***** Data for the task *****
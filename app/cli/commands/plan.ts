/**
 * `heatlag plan`: a weekly setback schedule simulated on a zone's fitted response — recovery start by
 * optimal start, the lowest (highest) temperature reached during setback (setup), runtime with and
 * without the schedule, equipment figures, and the cautions.
 */
import fs from 'node:fs';
import type { Command } from 'commander';
import {
  designDayOutdoor,
  historyOutdoor,
  latestHistoryWeek,
  lowHighOutdoor,
  parseScheduleText,
  planZone,
  type PlanOutdoor,
  type PlanRecovery,
  type PlanResult,
  type RuntimeSummary,
  type WeeklySchedule,
} from '../../../core/plan/index.ts';
import { capacityToWatts, parseSchedule } from '../../../core/plan/schedule.ts';
import { heatingOutdoorMean, heatPumpRatingC } from '../../../core/plan/equipment.ts';
import type { TempUnit, ZoneResponse } from '../../../core/types.ts';
import { degreeLabel, deltaFromKelvin, deltaToKelvin, fromCelsius, toCelsius } from '../../../core/units.ts';
import type { ZoneSource } from '../common.ts';
import { inputError, unitsOption, usageError } from '../options.ts';
import { prepareSource, type SourceOptions } from '../source.ts';
import { hours, num, table } from '../format.ts';
import { timeZoneFor } from '../../backend/fit-options.ts';

interface PlanCliOptions extends SourceOptions {
  schedule?: string;
  outdoor?: string;
  week?: string;
  designDb?: string;
  dailyRange?: string;
  solarOffset?: string;
  low?: string;
  high?: string;
  capacity?: string;
  refit?: boolean;
  curveMinutes?: string;
  json?: boolean;
}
*****
◆ Problem description
Quote all the records exactly, please, leaving none out.

◆ Output
filename app/cli/commands/plan.ts
/**
 * `heatlag plan`: a weekly setback schedule simulated on a zone's fitted response — recovery start by
 * optimal start, the lowest (highest) temperature reached during setback (setup), runtime with and
 * without the schedule, equipment figures, and the cautions.
 */
import fs from 'node:fs';
import type { Command } from 'commander';
import {
  designDayOutdoor,
  historyOutdoor,
  latestHistoryWeek,
  lowHighOutdoor,
  parseScheduleText,
  planZone,
  type PlanOutdoor,
  type PlanRecovery,
  type PlanResult,
  type RuntimeSummary,
  type WeeklySchedule,
} from '../../../core/plan/index.ts';
import { capacityToWatts, parseSchedule } from '../../../core/plan/schedule.ts';
import { heatingOutdoorMean, heatPumpRatingC } from '../../../core/plan/equipment.ts';
import type { TempUnit, ZoneResponse } from '../../../core/types.ts';
import { degreeLabel, deltaFromKelvin, deltaToKelvin, fromCelsius, toCelsius } from '../../../core/units.ts';
import type { ZoneSource } from '../common.ts';
import { inputError, unitsOption, usageError } from '../options.ts';
import { prepareSource, type SourceOptions } from '../source.ts';
import { hours, num, table } from '../format.ts';
import { timeZoneFor } from '../../backend/fit-options.ts';

interface PlanCliOptions extends SourceOptions {
  schedule?: string;
  outdoor?: string;
  week?: string;
  designDb?: string;
  dailyRange?: string;
  solarOffset?: string;
  low?: string;
  high?: string;
  capacity?: string;
  refit?: boolean;
  curveMinutes?: string;
  json?: boolean;
}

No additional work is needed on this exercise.